| What this task involves |
Restate word for word the lines of the records below, starting at the line that contains "edge); the part" and ending at the line that contains "form from the", with both of those lines included and nothing else.

| Records for this task |
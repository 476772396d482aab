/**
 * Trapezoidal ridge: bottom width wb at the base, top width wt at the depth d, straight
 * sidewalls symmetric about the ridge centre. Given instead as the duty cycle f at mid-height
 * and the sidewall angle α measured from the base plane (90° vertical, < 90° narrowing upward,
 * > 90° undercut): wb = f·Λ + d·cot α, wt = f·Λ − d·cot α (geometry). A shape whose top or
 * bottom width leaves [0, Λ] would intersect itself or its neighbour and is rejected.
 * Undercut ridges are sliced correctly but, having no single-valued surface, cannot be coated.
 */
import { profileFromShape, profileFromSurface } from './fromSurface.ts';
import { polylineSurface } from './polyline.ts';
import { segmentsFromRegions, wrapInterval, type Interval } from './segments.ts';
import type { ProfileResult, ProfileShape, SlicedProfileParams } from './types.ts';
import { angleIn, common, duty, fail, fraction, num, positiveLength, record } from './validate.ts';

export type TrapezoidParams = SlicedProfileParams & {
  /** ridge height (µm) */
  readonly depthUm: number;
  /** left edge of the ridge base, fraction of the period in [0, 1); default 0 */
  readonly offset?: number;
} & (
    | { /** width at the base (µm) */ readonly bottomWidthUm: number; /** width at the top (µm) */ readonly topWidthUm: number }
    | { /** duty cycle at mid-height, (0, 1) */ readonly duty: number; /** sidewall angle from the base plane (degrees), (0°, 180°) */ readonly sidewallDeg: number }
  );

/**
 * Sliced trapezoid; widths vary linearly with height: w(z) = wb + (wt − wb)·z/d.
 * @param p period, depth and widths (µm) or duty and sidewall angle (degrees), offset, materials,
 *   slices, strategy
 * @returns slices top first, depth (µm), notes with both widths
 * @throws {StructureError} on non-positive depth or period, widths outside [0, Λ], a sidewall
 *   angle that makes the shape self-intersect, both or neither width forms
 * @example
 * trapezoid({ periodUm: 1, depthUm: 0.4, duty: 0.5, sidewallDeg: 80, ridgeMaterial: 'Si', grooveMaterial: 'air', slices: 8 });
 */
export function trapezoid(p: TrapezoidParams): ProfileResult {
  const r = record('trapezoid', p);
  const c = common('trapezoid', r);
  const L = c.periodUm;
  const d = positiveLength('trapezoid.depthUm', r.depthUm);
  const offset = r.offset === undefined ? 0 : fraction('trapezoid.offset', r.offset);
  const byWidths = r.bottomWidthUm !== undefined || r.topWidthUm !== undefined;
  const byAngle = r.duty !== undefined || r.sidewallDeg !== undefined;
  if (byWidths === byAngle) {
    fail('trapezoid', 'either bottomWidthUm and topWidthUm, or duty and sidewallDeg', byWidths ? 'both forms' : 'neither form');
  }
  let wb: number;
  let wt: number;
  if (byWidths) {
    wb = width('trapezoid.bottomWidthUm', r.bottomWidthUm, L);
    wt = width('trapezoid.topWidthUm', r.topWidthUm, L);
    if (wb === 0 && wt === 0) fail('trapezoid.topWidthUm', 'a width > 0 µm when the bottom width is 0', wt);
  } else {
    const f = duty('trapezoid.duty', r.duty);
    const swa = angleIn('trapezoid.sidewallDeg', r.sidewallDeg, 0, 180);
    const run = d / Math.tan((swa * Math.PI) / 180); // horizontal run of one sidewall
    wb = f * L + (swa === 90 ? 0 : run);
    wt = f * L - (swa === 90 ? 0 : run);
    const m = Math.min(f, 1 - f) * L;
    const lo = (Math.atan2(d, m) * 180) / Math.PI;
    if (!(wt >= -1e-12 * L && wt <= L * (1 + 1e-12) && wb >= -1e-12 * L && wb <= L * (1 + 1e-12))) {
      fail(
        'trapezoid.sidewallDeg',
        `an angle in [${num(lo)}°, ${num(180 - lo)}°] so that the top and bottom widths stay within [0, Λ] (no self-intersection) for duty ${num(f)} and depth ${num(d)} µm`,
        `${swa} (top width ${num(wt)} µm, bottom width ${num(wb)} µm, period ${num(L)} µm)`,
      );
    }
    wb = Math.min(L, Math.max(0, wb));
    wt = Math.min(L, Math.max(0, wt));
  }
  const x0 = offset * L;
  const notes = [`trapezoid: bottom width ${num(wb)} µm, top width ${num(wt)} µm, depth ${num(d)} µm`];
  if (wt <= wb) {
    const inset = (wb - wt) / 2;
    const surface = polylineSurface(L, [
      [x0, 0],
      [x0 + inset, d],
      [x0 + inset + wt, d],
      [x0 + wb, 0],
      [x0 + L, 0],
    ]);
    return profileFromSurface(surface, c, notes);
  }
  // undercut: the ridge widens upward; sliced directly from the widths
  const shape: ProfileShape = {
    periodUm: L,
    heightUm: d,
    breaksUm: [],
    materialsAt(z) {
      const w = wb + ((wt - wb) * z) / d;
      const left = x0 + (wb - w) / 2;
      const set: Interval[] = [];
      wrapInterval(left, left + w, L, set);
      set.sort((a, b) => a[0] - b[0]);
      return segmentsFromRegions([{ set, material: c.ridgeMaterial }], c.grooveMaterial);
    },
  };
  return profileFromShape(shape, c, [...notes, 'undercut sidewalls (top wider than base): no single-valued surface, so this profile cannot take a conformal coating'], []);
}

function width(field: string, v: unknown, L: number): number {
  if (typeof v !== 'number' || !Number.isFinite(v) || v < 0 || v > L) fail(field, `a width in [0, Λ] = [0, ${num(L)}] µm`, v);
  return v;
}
---
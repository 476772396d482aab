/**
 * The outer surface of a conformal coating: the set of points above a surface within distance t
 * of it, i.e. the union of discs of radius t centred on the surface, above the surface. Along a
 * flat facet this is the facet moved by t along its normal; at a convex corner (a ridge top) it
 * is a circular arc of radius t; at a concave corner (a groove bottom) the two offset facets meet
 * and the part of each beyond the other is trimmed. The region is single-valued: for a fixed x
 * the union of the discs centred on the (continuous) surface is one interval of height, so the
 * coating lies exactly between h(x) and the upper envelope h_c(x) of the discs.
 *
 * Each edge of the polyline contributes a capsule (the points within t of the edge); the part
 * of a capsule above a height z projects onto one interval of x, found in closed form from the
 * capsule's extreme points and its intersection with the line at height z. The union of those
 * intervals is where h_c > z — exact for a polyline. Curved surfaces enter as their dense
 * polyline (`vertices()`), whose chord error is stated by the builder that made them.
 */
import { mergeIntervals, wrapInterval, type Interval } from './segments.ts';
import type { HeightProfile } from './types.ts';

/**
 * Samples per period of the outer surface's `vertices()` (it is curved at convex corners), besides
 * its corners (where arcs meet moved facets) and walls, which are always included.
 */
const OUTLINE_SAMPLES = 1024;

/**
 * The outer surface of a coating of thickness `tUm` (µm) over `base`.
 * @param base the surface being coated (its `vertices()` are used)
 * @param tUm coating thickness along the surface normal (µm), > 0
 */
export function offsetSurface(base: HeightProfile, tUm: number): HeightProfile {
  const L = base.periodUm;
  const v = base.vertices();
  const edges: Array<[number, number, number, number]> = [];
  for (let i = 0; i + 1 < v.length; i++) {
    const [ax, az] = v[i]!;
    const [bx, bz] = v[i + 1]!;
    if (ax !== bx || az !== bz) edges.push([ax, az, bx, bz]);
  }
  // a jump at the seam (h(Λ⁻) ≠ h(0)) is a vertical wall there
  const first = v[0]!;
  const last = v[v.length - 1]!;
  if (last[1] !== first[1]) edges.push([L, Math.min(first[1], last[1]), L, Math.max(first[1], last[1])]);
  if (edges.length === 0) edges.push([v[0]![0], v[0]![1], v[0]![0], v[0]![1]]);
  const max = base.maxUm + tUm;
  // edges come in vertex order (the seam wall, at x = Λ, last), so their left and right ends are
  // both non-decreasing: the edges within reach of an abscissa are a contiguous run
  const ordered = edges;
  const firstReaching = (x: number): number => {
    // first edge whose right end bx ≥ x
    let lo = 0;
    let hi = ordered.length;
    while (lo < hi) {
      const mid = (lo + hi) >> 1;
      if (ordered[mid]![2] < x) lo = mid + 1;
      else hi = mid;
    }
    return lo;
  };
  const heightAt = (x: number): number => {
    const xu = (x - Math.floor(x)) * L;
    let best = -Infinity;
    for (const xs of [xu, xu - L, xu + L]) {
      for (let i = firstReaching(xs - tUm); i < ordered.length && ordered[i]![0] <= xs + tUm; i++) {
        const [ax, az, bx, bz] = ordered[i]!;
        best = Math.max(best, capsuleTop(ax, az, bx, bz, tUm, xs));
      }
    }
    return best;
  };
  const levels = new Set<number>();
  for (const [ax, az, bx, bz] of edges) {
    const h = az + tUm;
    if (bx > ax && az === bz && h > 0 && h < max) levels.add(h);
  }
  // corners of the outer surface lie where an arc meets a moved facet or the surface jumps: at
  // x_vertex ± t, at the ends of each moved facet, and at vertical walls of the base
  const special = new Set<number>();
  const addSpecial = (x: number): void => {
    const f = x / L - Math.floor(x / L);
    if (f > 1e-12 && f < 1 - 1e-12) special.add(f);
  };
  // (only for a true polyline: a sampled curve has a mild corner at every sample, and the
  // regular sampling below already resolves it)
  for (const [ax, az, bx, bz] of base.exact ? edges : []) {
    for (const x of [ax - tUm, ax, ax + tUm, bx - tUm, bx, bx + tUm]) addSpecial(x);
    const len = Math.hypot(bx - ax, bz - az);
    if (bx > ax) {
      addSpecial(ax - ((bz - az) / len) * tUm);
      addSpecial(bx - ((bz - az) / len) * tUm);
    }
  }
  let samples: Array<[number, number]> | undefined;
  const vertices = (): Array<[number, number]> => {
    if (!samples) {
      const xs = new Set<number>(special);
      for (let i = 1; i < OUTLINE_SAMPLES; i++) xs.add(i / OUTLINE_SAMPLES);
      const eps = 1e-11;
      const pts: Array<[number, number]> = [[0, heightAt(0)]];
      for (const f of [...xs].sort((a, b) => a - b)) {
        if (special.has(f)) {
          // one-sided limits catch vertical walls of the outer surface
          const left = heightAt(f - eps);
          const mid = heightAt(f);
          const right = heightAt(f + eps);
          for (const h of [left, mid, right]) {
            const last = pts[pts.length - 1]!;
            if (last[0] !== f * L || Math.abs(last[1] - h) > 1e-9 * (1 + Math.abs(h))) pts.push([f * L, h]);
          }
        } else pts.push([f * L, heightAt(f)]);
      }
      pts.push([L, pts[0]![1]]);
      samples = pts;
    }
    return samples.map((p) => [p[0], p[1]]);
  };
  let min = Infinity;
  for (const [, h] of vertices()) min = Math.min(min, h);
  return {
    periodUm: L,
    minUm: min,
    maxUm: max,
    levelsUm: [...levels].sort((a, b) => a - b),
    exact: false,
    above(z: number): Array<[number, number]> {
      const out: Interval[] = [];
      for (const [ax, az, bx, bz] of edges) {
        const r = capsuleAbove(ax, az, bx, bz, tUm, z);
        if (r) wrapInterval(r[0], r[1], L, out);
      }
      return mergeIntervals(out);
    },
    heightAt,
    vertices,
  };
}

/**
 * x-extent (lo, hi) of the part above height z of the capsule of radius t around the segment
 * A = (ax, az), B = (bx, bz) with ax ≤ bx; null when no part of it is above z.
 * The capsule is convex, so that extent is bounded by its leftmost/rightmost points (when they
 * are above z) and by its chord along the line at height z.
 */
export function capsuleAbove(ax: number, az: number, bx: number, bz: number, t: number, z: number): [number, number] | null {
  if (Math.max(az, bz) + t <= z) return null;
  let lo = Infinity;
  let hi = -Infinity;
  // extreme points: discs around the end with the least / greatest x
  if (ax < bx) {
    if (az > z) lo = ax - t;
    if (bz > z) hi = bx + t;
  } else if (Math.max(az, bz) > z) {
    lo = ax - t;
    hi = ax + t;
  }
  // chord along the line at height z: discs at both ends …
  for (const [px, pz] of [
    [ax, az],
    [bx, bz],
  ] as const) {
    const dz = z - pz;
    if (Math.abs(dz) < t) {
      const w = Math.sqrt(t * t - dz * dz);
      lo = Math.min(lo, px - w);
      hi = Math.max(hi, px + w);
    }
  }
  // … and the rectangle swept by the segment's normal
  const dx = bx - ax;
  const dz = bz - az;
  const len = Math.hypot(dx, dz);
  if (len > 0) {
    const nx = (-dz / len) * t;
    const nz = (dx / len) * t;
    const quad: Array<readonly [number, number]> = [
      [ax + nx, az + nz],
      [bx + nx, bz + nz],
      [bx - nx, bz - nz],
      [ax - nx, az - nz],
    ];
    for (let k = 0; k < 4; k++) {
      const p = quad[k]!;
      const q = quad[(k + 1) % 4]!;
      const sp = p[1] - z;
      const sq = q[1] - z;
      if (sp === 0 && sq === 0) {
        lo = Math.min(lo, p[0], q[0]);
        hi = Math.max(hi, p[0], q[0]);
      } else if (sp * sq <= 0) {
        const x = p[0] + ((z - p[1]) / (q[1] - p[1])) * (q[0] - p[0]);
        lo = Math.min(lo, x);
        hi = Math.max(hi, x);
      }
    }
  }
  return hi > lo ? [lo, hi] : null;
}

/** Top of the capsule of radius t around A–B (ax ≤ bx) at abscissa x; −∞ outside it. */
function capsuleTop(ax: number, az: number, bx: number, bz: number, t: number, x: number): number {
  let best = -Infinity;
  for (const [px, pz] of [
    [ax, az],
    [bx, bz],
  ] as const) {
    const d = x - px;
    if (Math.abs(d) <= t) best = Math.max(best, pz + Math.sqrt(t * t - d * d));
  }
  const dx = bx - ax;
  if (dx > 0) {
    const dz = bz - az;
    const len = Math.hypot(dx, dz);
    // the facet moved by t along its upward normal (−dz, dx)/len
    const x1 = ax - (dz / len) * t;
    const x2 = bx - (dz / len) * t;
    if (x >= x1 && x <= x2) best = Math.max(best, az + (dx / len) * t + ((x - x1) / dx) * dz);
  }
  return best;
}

| Answer to the problem |
 * Each edge of the polyline contributes a capsule (the points within t of the edge); the part
 * of a capsule above a height z projects onto one interval of x, found in closed form from the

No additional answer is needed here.